Brief
Since the entries below must stay intact, return each one exactly.

== Segment start ==

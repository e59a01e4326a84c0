// SPDX-License-Identifier: Apache-2.0
package reedling.coupling;

import static reedling.contact.ContactBlock.at;
import static reedling.contact.ContactBlock.load;
import static reedling.contact.ContactBlock.store;

import jdk.incubator.vector.DoubleVector;
import jdk.incubator.vector.VectorOperators;
import reedling.contact.Column;
import reedling.contact.ContactBlock;
import reedling.math.Lanes;

/** Engine stage after the laws: the force F = F_n n + f on the second body, and the stiffest contact, k / m. */
final class ContactForce implements RowStage {

    /** First of the three columns of F, over those of the sliding velocity, which nobody reads any more. */
    static final int TOTAL = Column.SLIDING;

    @Override
    public void run(RowRange rows) {
        ContactBlock block = rows.block();
        rows.tally()
                .frequencySquared(
                        Lanes.VECTORISED
                                ? vector(block.columns(), block.rows())
                                : scalar(block.columns(), block.rows()));
    }

    private static double vector(double[] c, int rows) {
        DoubleVector stiffest = DoubleVector.zero(Lanes.SPECIES);
        for (int r = 0; r < rows; r += Lanes.TILE) {
            DoubleVector normal = load(c, Column.STIFFNESS, r).mul(load(c, Column.INVERSE_MASS, r));
            DoubleVector sliding = load(c, Column.SLIDING_STIFFNESS, r).mul(load(c, Column.INVERSE_MASS_SLIDING, r));
            stiffest = Lanes.larger(sliding, Lanes.larger(normal, stiffest));
            DoubleVector normalForce = load(c, Column.NORMAL_FORCE, r);
            store(load(c, Column.NORMAL, r).fma(normalForce, load(c, Column.FRICTION, r)), c, TOTAL, r);
            store(load(c, Column.NORMAL + 1, r).fma(normalForce, load(c, Column.FRICTION + 1, r)), c, TOTAL + 1, r);
            store(load(c, Column.NORMAL + 2, r).fma(normalForce, load(c, Column.FRICTION + 2, r)), c, TOTAL + 2, r);
        }
        return stiffest.reduceLanes(VectorOperators.MAX);
    }

    private static double scalar(double[] c, int rows) {
        double stiffest = 0;
        for (int r = 0; r < rows; r++) {
            double normal = c[at(Column.STIFFNESS) + r] * c[at(Column.INVERSE_MASS) + r];
            double sliding = c[at(Column.SLIDING_STIFFNESS) + r] * c[at(Column.INVERSE_MASS_SLIDING) + r];
            stiffest = normal > stiffest ? normal : stiffest;
            stiffest = sliding > stiffest ? sliding : stiffest;
            double normalForce = c[at(Column.NORMAL_FORCE) + r];
            for (int axis = 0; axis < 3; axis++) {
                c[at(TOTAL + axis) + r] =
                        Math.fma(c[at(Column.NORMAL + axis) + r], normalForce, c[at(Column.FRICTION + axis) + r]);
            }
        }
        return stiffest;
    }
}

== Segment end ==

Written solution
repository e59a01e4326a84c0
// SPDX-License-Identifier: Apache-2.0
package reedling.coupling;

import static reedling.contact.ContactBlock.at;
import static reedling.contact.ContactBlock.load;
import static reedling.contact.ContactBlock.store;

import jdk.incubator.vector.DoubleVector;
import jdk.incubator.vector.VectorOperators;
import reedling.contact.Column;
import reedling.contact.ContactBlock;
import reedling.math.Lanes;

/** Engine stage after the laws: the force F = F_n n + f on the second body, and the stiffest contact, k / m. */
final class ContactForce implements RowStage {

    /** First of the three columns of F, over those of the sliding velocity, which nobody reads any more. */
    static final int TOTAL = Column.SLIDING;

    @Override
    public void run(RowRange rows) {
        ContactBlock block = rows.block();
        rows.tally()
                .frequencySquared(
                        Lanes.VECTORISED
                                ? vector(block.columns(), block.rows())
                                : scalar(block.columns(), block.rows()));
    }

    private static double vector(double[] c, int rows) {
        DoubleVector stiffest = DoubleVector.zero(Lanes.SPECIES);
        for (int r = 0; r < rows; r += Lanes.TILE) {
            DoubleVector normal = load(c, Column.STIFFNESS, r).mul(load(c, Column.INVERSE_MASS, r));
            DoubleVector sliding = load(c, Column.SLIDING_STIFFNESS, r).mul(load(c, Column.INVERSE_MASS_SLIDING, r));
            stiffest = Lanes.larger(sliding, Lanes.larger(normal, stiffest));
            DoubleVector normalForce = load(c, Column.NORMAL_FORCE, r);
            store(load(c, Column.NORMAL, r).fma(normalForce, load(c, Column.FRICTION, r)), c, TOTAL, r);
            store(load(c, Column.NORMAL + 1, r).fma(normalForce, load(c, Column.FRICTION + 1, r)), c, TOTAL + 1, r);
            store(load(c, Column.NORMAL + 2, r).fma(normalForce, load(c, Column.FRICTION + 2, r)), c, TOTAL + 2, r);
        }
        return stiffest.reduceLanes(VectorOperators.MAX);
    }

    private static double scalar(double[] c, int rows) {
        double stiffest = 0;
        for (int r = 0; r < rows; r++) {
            double normal = c[at(Column.STIFFNESS) + r] * c[at(Column.INVERSE_MASS) + r];
            double sliding = c[at(Column.SLIDING_STIFFNESS) + r] * c[at(Column.INVERSE_MASS_SLIDING) + r];
            stiffest = normal > stiffest ? normal : stiffest;
            stiffest = sliding > stiffest ? sliding : stiffest;
            double normalForce = c[at(Column.NORMAL_FORCE) + r];
            for (int axis = 0; axis < 3; axis++) {
                c[at(TOTAL + axis) + r] =
                        Math.fma(c[at(Column.NORMAL + axis) + r], normalForce, c[at(Column.FRICTION + axis) + r]);
            }
        }
        return stiffest;
    }
}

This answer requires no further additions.